Note, although against the rules, Ruby has Rational support baked in, so we could do

a=gets.chomp;b=a.to_r;puts b.to_s==a ?:simplest:b

Lua - 130 115 characters

10/10 i really tried

a,b=io.read():match"(.+)/(.+)"u,v=a,b while v+0>0 do t=u u=v v=t%v end print(a+0==a/u and"reduced"or a/u.."/"..b/u)

• prints "reduced" if fraction is in simplest form
• works with negatives
• works with improper fractions
• presumably works with decimals (1.2/3.6 gives 5.4043195528446e+15/1.6212958658534e+16)
• any number/0 gives 1/0
• does not reduce to whole numbers

I fully took advantage of Lua's ability to auto convert a string to a number when doing arithmetic operations on a string. I had to add "+0" in place of tonumber for some comparison code.

Sorry, I don't have an ungolfed version, the above is actually how I wrote it

JavaScript (91) (73)

Returns '/' when the fraction is already in it's simplest form. The function g calculates the gcd. BTW: Is there any shorter way for '1==something' where something is a non negative integer?

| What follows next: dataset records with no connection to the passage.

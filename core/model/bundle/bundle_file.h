// The model bundle file: a ModelBundle message sealed with magic "nucleate-model"
// (schemas/nucleate/v1/model.proto, sealed_file.h).
#pragma once

#include <string>

#include "core/model/bundle/bundle_limits.h"
#include "core/model/bundle/model_bundle.h"

namespace nucleate::model {

inline constexpr char kModelBundleMagic[] = "nucleate-model";

// The bytes of a bundle file. The bundle is checked first (ValidateModelBundle), so every file
// written can be read back; errors name the field inside the bundle.
std::string EncodeModelBundle(const ModelBundle& bundle, const BundleLimits& limits = {});

// Reads the bytes of a bundle file. Every error names `source` as its field and says what is
// wrong: too large (LimitExceeded), not a model file, truncated, corrupted (checksum), a newer
// format version (Unsupported), or a field inside the bundle that is invalid
// ("architecture.hidden: ...", "tensors[3]: ... not finite", ...). When expected_layout is given,
// the tensors must have exactly its names and shapes, and the bundle's layout is the one it
// returns; otherwise the layout is rebuilt from the file.
ModelBundle DecodeModelBundle(const std::string& bytes, const std::string& source,
                              const BundleLimits& limits = {},
                              const LayoutForArchitecture& expected_layout = {});

// Writes atomically (path.tmp, then rename): a crash never leaves half a model under `path`.
void SaveModelBundle(const std::string& path, const ModelBundle& bundle,
                     const BundleLimits& limits = {});

// The file's size is checked against limits.max_file_bytes before it is read. Errors as for
// DecodeModelBundle, with the path as the field; kIo when the file cannot be read.
ModelBundle LoadModelBundle(const std::string& path, const BundleLimits& limits = {},
                            const LayoutForArchitecture& expected_layout = {});

}  // namespace nucleate::model
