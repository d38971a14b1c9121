// Whole-file reads and writes for the files nucleate seals (bundles, checkpoints).
#pragma once

#include <cstdint>
#include <string>

namespace nucleate::model {

// The bytes of the regular file at `path`. Its size is checked against max_bytes before anything
// is read or allocated (LimitExceeded); other failures are kIo errors. Both name the path.
std::string ReadFileWithLimit(const std::string& path, std::uint64_t max_bytes);

// Writes `bytes` to path + ".tmp", forces them to disk, then renames over `path`. A crash or a
// full disk at any moment leaves either the old file or the new one, never half of one; on
// failure the .tmp file is removed and a kIo error names the path.
void WriteFileAtomically(const std::string& path, const std::string& bytes);

}  // namespace nucleate::model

function s(f){[n,m]=f.split(b='/');g=(u,v)=>v?g(v,u%v):u;return 1==(c=g(n,m))?b:n/c+b+m/c;}

Thanks to @bebe for an even shorter version:

s=f=>([n,m]=f.split(b='/'),c=(g=(u,v)=>v?g(v,u%v):u)(n,m))-1?n/c+b+m/c:f;

Batch - 198

for /f "tokens=1,2delims=/" %%a in ("%1")do set a=%%a&set b=%%b&set/ac=%%b
:1
set/ax=%a%%%%c%&set/ay=%b%%%%c%
if %x%%y%==00 set/aa/=%c%&set/ab/=%c%
if %c% GTR 0 set/ac=%c%-1&goto 1
echo %a%/%b%

Input is split as a/b, then for every c in b,b-1,...1 we check if a and b are divisible by c, and divide them by c if they are. Then we return a/b

Befunge 93 (192)

&04p~$&14p2       > :24p  v       >34g#v_0"tselpmiS">:#,_@
>134p 24g>        ^+1g42$<>04g`   |    >04g."/",14g.@
^p41/g42p40/g42<         |%g42:g41<
         #     |!%g42:g40<
   0     ^+1g42<

C 135

Accepts input for 2 space-separated integers. Keeps dividing by minimum of a & b down to 1 to find GCD.

int a,b,m;
void main()
{
scanf("%d %d", &a, &b);
m=a<b?a:b;
for (;m>0;m--){if (a%m==0&&b%m==0)break;}
printf("%d/%d",a/m,b/m);
}

Java (200)

The previous best solution in Java still had >300 bytes, this one has 200:

class M {public static void main(String[]args){String[]s=args[0].split("/");int a=Integer.parseInt(s[0]),b=Integer.parseInt(s[1]),c=a,d=b;while(d>0){int g=c;c=d;d=g%d;}System.out.print(a/c+"/"+b/c);}}

This uses the (faster) modulo to determine the gcd instead of iterating all numbers.